To give Kaufmann some breaks Saturday, excerpts from his Met Live in HD broadcasts were shown, including scenes from Wagner’s “Die Walküre,” Massenet’s “Werther” and Puccini’s “La Fanciulla del West.” There was even footage of Kaufmann performing “Vesti la giubba” from “Pagliacci” at the Salzburg Easter Festival in 2015.

If all this, and the photo montages of Kaufmann in action at the Met, pushed the promotional trappings a little too obviously, no matter. Revisiting his triumphs was a reminder of what opera fans are missing right now. The 12-concert recital series, hosted by Christine Goerke, will include performances from various locations by Renée Fleming, Anna Netrebko, Joyce DiDonato, Bryn Terfel, Angel Blue, Lise Davidsen and others.

One delicate issue came up during Gelb’s recent Times interview: While the stars participating in the series are being paid, the Met’s orchestra and chorus, among other employees, remain furloughed. But Gelb said the recitals, and other initiatives, are necessary to keep the company going.

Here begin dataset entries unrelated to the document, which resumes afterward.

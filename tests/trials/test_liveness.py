"""Both liveness checks keep the one contract that workers and claims rely on (liveness.py)."""

from __future__ import annotations

import pytest

from kablate.trials.liveness import HeartbeatLiveness, Liveness, LocalLiveness


class FakeHeartbeatStorage:
    """The two calls HeartbeatLiveness makes of Optuna's RDBStorage, recorded."""

    def __init__(self) -> None:
        self.beats: list[int] = []

    def get_heartbeat_interval(self) -> int:
        return 3600  # the thread records none of its own during the test

    def record_heartbeat(self, trial_id: int) -> None:
        self.beats.append(trial_id)


@pytest.fixture(params=["local", "heartbeat"])
def liveness(request, tmp_path):
    if request.param == "local":
        return LocalLiveness(tmp_path / "locks")
    return HeartbeatLiveness(FakeHeartbeatStorage())


def test_each_implementation_has_every_member_of_the_protocol(liveness):
    assert isinstance(liveness, Liveness)
    assert isinstance(liveness.remote, bool) and liveness.interval >= 0


def test_a_free_trial_is_held_started_and_released(liveness):
    token = liveness.hold(7)
    assert token is not None
    liveness.started(None, 7)
    liveness.release(token)
    liveness.release(None)  # a claim that got no token releases nothing
    with liveness.queue_lock():
        pass


def test_the_local_lock_is_exclusive_and_freed_on_release(tmp_path):
    local = LocalLiveness(tmp_path / "locks")
    token = local.hold(3)
    assert LocalLiveness(tmp_path / "locks").hold(3) is None  # another process's view
    local.release(token)
    again = LocalLiveness(tmp_path / "locks").hold(3)
    assert again is not None


def test_the_heartbeat_is_recorded_once_the_claim_won():
    storage = FakeHeartbeatStorage()
    beats = HeartbeatLiveness(storage)
    token = beats.hold(5)
    assert storage.beats == []
    beats.started(None, 5)
    assert storage.beats == [5]  # at once: a trial with no heartbeat row is never stale
    beats.release(token)


def test_an_object_missing_a_member_is_not_a_liveness(tmp_path):
    class NoRecover:
        remote, interval = False, 0.0

        def hold(self, trial_id): ...
        def started(self, study, trial_id): ...
        def release(self, token): ...
        def queue_lock(self): ...

    assert not isinstance(NoRecover(), Liveness)
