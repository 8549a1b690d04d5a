"""Successive halving end to end on digits (trials/halving.py): stopped trials reach
trials.csv, `status` and the card as stopped, with their last score, and are never
recommended; with two workers on the journal file."""

from __future__ import annotations

import csv
import math

import pytest
from scipy import stats

from kablate.lifecycle import STOPPED
from kablate.report import write_report
from kablate.trials import RunOptions, open_results, run_sweep
from kablate.trials.status import format_status, read_status
from tests.conftest import write_sweep
from tests.trials.test_race import RACE_SWEEP

# The racing sweep's data, network, recipe (4 epochs) and plans, with the blind plan, which stays
# near chance (tests/trials/test_race.py), and one more plan; compared after epochs 1 and 2.
HALVING_SWEEP = (
    RACE_SWEEP.format(name="halved", racing="off", seeds="[0]")
    + """
[[plan]]
name = "body-5"
body = "5"

[halving]
enabled = true
first_epoch = 1
factor = 2
"""
)


def rows(path):
    with path.open() as fh:
        return list(csv.DictReader(fh))


@pytest.mark.slow
def test_stopped_trials_are_listed_as_stopped_and_never_recommended(tmp_path):
    sweep = write_sweep(tmp_path, HALVING_SWEEP, "halved")
    opts = RunOptions(results_root=tmp_path / "results", workers=2, show_progress=False)
    summary = run_sweep(sweep, opts)
    n_stopped = summary.counts.get(STOPPED, 0)
    # Four trials reach rung 1 one after another: only a run whose scores rose in the order
    # the trials arrived would stop none.
    assert n_stopped >= 1 and summary.counts.get("done", 0) == 4 - n_stopped
    folder = open_results(summary.results_dir)
    card = write_report(folder, with_erf=False).read_text()
    trials = rows(summary.results_dir / "trials.csv")
    curves = rows(summary.results_dir / "curves.csv")
    stopped = [r for r in trials if r["status"] == STOPPED]
    assert len(stopped) == n_stopped
    for r in stopped:
        # Its score is its last validation accuracy, after a rung's epoch; no test score.
        assert r["score_epoch"] in ("1", "2") and math.isnan(float(r["test_acc"] or "nan"))
        mine = [c for c in curves if c["variant"] == r["variant"]]
        assert mine[-1]["epoch"] == r["score_epoch"]
        assert float(r["val_acc"]) == pytest.approx(float(mine[-1]["val_acc"]))
    variants = {r["variant"]: r for r in rows(summary.results_dir / "variants.csv")}
    for r in stopped:
        v = variants[r["variant"]]
        assert v["recommended"] == "False" and math.isnan(float(v["val_acc_mean"] or "nan"))
        assert v["n_stopped"] == "1" and v["stopped_epoch"] == r["score_epoch"]
    assert sum(v["recommended"] == "True" for v in variants.values()) == 1
    # status: the count, and one '/' per stopped trial.
    text = format_status(read_status(folder))
    assert f"{n_stopped} stopped early (successive halving)" in text
    for r in stopped:
        (line,) = [x for x in text.splitlines() if x.split()[:2] == [r["variant"], "[/]"]]
        assert line.endswith("stopped early by successive halving: not compared")
    # The card: the section, each stopped trial's row, the bias, and the rank agreement.
    assert "#### Successive halving inside trials" in card and "Known bias" in card
    for r in stopped:
        assert f"stopped early by epoch {r['score_epoch']}" in card
    done = [r for r in trials if r["status"] == "done"]
    assert f"{len(stopped)} trial(s) stopped early; {len(done)} ran to the end." in card
    if len(done) >= 3:  # the Spearman ρ of the card is scipy's over the done trials
        early = {c["variant"]: float(c["val_acc"]) for c in curves if c["epoch"] == "1"}
        rho = stats.spearmanr(
            [early[r["variant"]] for r in done], [float(r["val_acc"]) for r in done]
        )[0]
        assert f"| 1 | {len(done)} | {rho:.2f} |" in card
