"""Workers started early: they stand by while the runner prepares, and never outlive it."""

from __future__ import annotations

import multiprocessing as mp
import os
import signal
import subprocess
import sys
import time
from pathlib import Path

import pytest

import kablate.trials.runner as runner
from kablate.errors import UsageError
from kablate.trials.runner import RunOptions, run_sweep
from kablate.trials.standby import READY, Release, Standby, spawn, wait_for_release
from tests.conftest import REPO


def gone(pid: int) -> bool:
    """The process has ended (a zombie left for its reaper counts as ended)."""
    try:
        state = Path(f"/proc/{pid}/stat").read_text().rsplit(")", 1)[1].split()[0]
    except FileNotFoundError:
        return True
    return state in ("Z", "X")


def wait_until_gone(pids: list[int], seconds: float = 60) -> list[int]:
    """The pids still alive after waiting up to ``seconds`` for them to end."""
    deadline = time.time() + seconds
    while time.time() < deadline and not all(gone(p) for p in pids):
        time.sleep(0.1)
    return [p for p in pids if not gone(p)]


def test_a_worker_reports_ready_then_a_release_reaches_it_and_a_closed_pipe_dismisses_it():
    import multiprocessing as mp

    runner_end, worker_end = mp.Pipe()
    runner_end.send(Release(12.5, {"v": 3.0}))
    assert wait_for_release(worker_end) == Release(12.5, {"v": 3.0})
    assert runner_end.recv() == READY
    runner_end, worker_end = mp.Pipe()
    runner_end.close()  # what the runner's death does to its end
    assert wait_for_release(worker_end) is None


def prepares(conn, seconds: float, dies: bool) -> None:
    """A stand-in worker: prepares for ``seconds``, then dies or reports ready and waits."""
    time.sleep(seconds)
    if dies:
        os._exit(3)
    wait_for_release(conn)


@pytest.mark.parametrize("dies", [False, True])
def test_waiting_until_idle_returns_once_every_worker_is_ready_or_dead(dies):
    standby = Standby.__new__(Standby)  # the pipes and processes of __init__, without a sweep
    standby.waiting, standby.ready = [], set()
    for seconds in (0.2, 1.0):
        ours, theirs = mp.get_context("spawn").Pipe()
        proc = spawn(prepares, theirs, seconds, dies and seconds > 0.5)
        theirs.close()
        standby.waiting.append((proc, ours))
    try:
        late = standby.wait_until_idle(timeout=0.01)  # both still start up
        assert late == [proc for proc, _ in standby.waiting]
        assert standby.wait_until_idle(timeout=120) == []
        slow = standby.waiting[1][0]
        assert (slow.pid in standby.ready) is not dies
        assert standby.waiting[0][0].pid in standby.ready
        if dies:
            slow.join(10)
            assert slow.exitcode == 3
    finally:
        standby.close()


@pytest.mark.slow
def test_workers_prepare_during_the_preflight_are_idle_while_timed_and_killed_on_failure(
    tiny_sweep, tmp_path, monkeypatch
):
    started: list = []
    standbys: list = []
    timed = []

    class Recorded(runner.Standby):
        def __init__(self, *args) -> None:
            super().__init__(*args)
            started.extend(proc for proc, _ in self.waiting)
            standbys.append(self)

    preflight = runner.run_preflight

    def checked_preflight(*args, **kwargs):
        assert len(started) == 2  # they prepare while the preflight runs
        preflight(*args, **kwargs)

    def ready_now() -> list[bool]:  # per worker: alive, and done preparing (only waits)
        return [p.is_alive() and p.pid in standbys[0].ready for p in started]

    def measure(*args, **kwargs):
        timed.append(ready_now())  # no worker imports torch on the cores being timed

    def fail(*args, **kwargs):
        timed.append(ready_now())
        raise UsageError("the calibration could not time a variant")

    monkeypatch.setattr(runner, "Standby", Recorded)
    monkeypatch.setattr(runner, "run_preflight", checked_preflight)
    monkeypatch.setattr(runner, "measure_latencies", measure)
    monkeypatch.setattr(runner, "calibrate", fail)
    opts = RunOptions(results_root=tmp_path / "results", workers=2, show_progress=False)
    with pytest.raises(UsageError, match="calibration"):
        run_sweep(tiny_sweep, opts)
    assert timed == [[True, True], [True, True]]
    assert [p.exitcode for p in started] == [-signal.SIGKILL] * 2


STANDS_BY = """
import sys, time
from kablate.trials.pool import worker_main
from kablate.trials.standby import Standby, WorkerSetup

if __name__ == "__main__":
    setup = WorkerSetup(sys.argv[1], sys.argv[2], None, 1, "cpu", 0.0)
    standby = Standby(worker_main, setup, 2)
    print(*(proc.pid for proc, _ in standby.waiting), flush=True)
    time.sleep(600)
"""


@pytest.mark.slow
def test_a_worker_standing_by_exits_when_its_runner_dies(tiny_sweep, tmp_path):
    script = tmp_path / "runner.py"
    script.write_text(STANDS_BY)
    results = tmp_path / "results"
    env = dict(os.environ, PYTHONPATH=str(REPO / "src"))
    parent = subprocess.Popen(
        [sys.executable, str(script), str(tiny_sweep), str(results)],
        stdout=subprocess.PIPE,
        text=True,
        env=env,
    )
    pids = [int(p) for p in parent.stdout.readline().split()]
    assert len(pids) == 2 and not any(gone(p) for p in pids)
    # The workers log to run.log as they prepare: wait for both to be well under way.
    log = results / "tiny" / "run.log"
    deadline = time.time() + 120
    while time.time() < deadline and not log.is_file():
        time.sleep(0.1)
    time.sleep(1.0)
    assert not any(gone(p) for p in pids)  # standing by, not exited on their own
    parent.kill()  # SIGKILL: no clean-up of its own runs
    parent.wait()
    assert wait_until_gone(pids) == []
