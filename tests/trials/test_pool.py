"""The supervisor of worker processes (pool.py): it learns of a worker's exit at once."""

from __future__ import annotations

import multiprocessing as mp
import time

import pytest

from kablate.trials.pool import wait_for_exit


@pytest.mark.timeout(60)
def test_the_supervisor_wakes_on_a_worker_exit_not_on_a_clock():
    ctx = mp.get_context("spawn")
    ends, stays = (
        ctx.Process(target=time.sleep, args=(0.2,)),
        ctx.Process(target=time.sleep, args=(600,)),
    )
    ends.start()
    stays.start()
    try:
        # A timeout far beyond the test's own (pytest-timeout): a supervisor that slept out its
        # period instead of waiting on the sentinels would be stopped as hung.
        assert wait_for_exit([ends, stays], timeout=3600) == [ends]
        assert ends.exitcode == 0 and stays.exitcode is None
        # A worker that has ended is not waited on again; the one still running is.
        assert wait_for_exit([ends, stays], timeout=0.05) == []
    finally:
        stays.kill()
        stays.join()
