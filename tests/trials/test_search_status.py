"""`kablate status` on a [search] sweep: the search's counts, front and hypervolume, checked
against Optuna's own view of the same study (its states, `Study.best_trials`, and
`optuna._hypervolume.compute_hypervolume`), after the search and midway through it."""

from __future__ import annotations

import os
import socket
import subprocess
import sys
from datetime import datetime

import numpy as np
import optuna
import pytest
from optuna._hypervolume import compute_hypervolume
from optuna.trial import TrialState

from kablate.trials.search import search_front, search_study
from kablate.trials.search_status import search_line, search_status
from tests.trials.search_workers import CHOICES, accuracy_of, screen, stopped_search


def test_the_search_status_agrees_with_optuna(tmp_path):
    storage = optuna.storages.RDBStorage(f"sqlite:///{tmp_path / 's.db'}")
    assert search_status(storage, "tiny") is None  # no search study: nothing to say
    study = search_study(0, 4, storage=storage, study_name="tiny.search")
    search_front(CHOICES, screen, accuracy_of, budget=8, study=study)

    found = search_status(storage, "tiny")
    complete = study.get_trials(states=(TrialState.COMPLETE,))
    assert (found.budget, found.n_trained, found.n_training) == (8, len(complete), 0) == (8, 8, 0)
    assert found.n_proposed == sum("key" in t.user_attrs for t in study.trials)
    # kablate's front keeps one of several plans with equal (accuracy, cost) (analysis/pareto.py)
    assert found.n_front == len({tuple(t.values) for t in study.best_trials})
    # Optuna minimises: (−accuracy, cost) against the reference (−0, largest cost)
    losses = np.array([[-t.values[0], t.values[1]] for t in complete])
    reference = np.array([0.0, max(t.values[1] for t in complete)])
    assert found.hypervolume == pytest.approx(compute_hypervolume(losses, reference))
    assert found.reference == {"accuracy": 0.0, "cost": reference[1]}
    line = search_line(found)[0]
    assert "8/8 plans trained" in line and f"{found.n_front} on the front" in line


def test_a_search_stopped_midway_shows_its_plans_trained_and_the_one_in_training(tmp_path):
    study = stopped_search(tmp_path, "tiny", budget=8, n_trained=3)
    now = datetime.now()
    found = search_status(study._storage, "tiny", now)  # noqa: SLF001

    complete = study.get_trials(states=(TrialState.COMPLETE,))
    running = study.get_trials(states=(TrialState.RUNNING,))
    assert (found.budget, found.n_trained, found.n_training) == (8, len(complete), len(running))
    assert (found.n_trained, found.n_training) == (3, 1)
    assert found.n_proposed == sum("key" in t.user_attrs for t in study.trials)
    assert found.n_front == len({tuple(t.values) for t in study.best_trials})
    losses = np.array([[-t.values[0], t.values[1]] for t in complete])
    reference = np.array([0.0, max(t.values[1] for t in complete)])
    assert found.hypervolume == pytest.approx(compute_hypervolume(losses, reference))
    # The plan in training, named as a grid cell is, by the process that popped it (this one).
    (entry,) = found.training
    assert entry["plan"] == "+".join(f"{g}={running[0].params[g]}" for g in CHOICES)
    assert entry["worker"] == f"{socket.gethostname()}:{os.getpid()}" and entry["alive"] is True
    assert entry["seconds"] == pytest.approx(
        (now - running[0].datetime_start).total_seconds(), abs=0.05
    )
    line = search_line(found)[0]
    assert "3/8 plans trained, 1 training" in line

    # Its process gone, as after a kill: a process of this host that has exited.
    dead = subprocess.Popen([sys.executable, "-c", "pass"])
    dead.wait()
    storage = study._storage  # noqa: SLF001
    storage.set_trial_user_attr(
        running[0]._trial_id, "worker", f"{socket.gethostname()}:{dead.pid}"
    )  # noqa: SLF001
    assert search_status(storage, "tiny").training[0]["alive"] is False
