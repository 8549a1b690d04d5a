"""What a results folder records about the machine: package versions as the packages
themselves report them, and "not installed" for one that is missing."""

from __future__ import annotations

import os
import platform

import numpy
import optuna
import pandas
import scipy
import torch

from kablate.trials import environment as env_module
from kablate.trials.environment import environment


def public(version: str) -> str:
    """A version without its PEP 440 local label ("2.14.1+cu130" → "2.14.1"): a wheel's
    ``__version__`` may carry one that its installed metadata does not."""
    return version.split("+")[0]


def test_package_versions_are_what_the_imported_packages_report():
    packages = environment()["packages"]
    for name, module in (
        ("torch", torch),
        ("numpy", numpy),
        ("pandas", pandas),
        ("scipy", scipy),
        ("optuna", optuna),
    ):
        assert public(packages[name]) == public(module.__version__), name


def test_a_missing_package_is_said_to_be_missing(monkeypatch):
    monkeypatch.setattr(env_module, "PACKAGES", ("torch", "kablate-no-such-package"))
    packages = environment()["packages"]
    assert list(packages) == ["torch", "kablate-no-such-package"]
    assert public(packages["torch"]) == public(torch.__version__)
    assert packages["kablate-no-such-package"] == "not installed"


def test_the_machine_is_described_by_the_standard_library():
    found = environment()
    assert found["cores"] == os.cpu_count()
    assert found["python"] == platform.python_version()
    assert found["cpu"] and found["cpu"] != "unknown CPU"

“If there’s no Met to come back to,” he said, “the jobs of our furloughed artists will be lost.”

Kaufmann implicitly acknowledged this at the end of the concert, after a valiant performance of “Nessun dorma.” He and Deutsch, following hygiene protocols, bumped elbows instead of shaking hands. Then Kaufmann spoke of what a “pleasure and privilege” it was to be the first singer in the recital series. Not all musicians have that privilege right now, he added. So he announced that he was donating $5,000 to the Met, with the hope that its artists and audiences will be together again soon.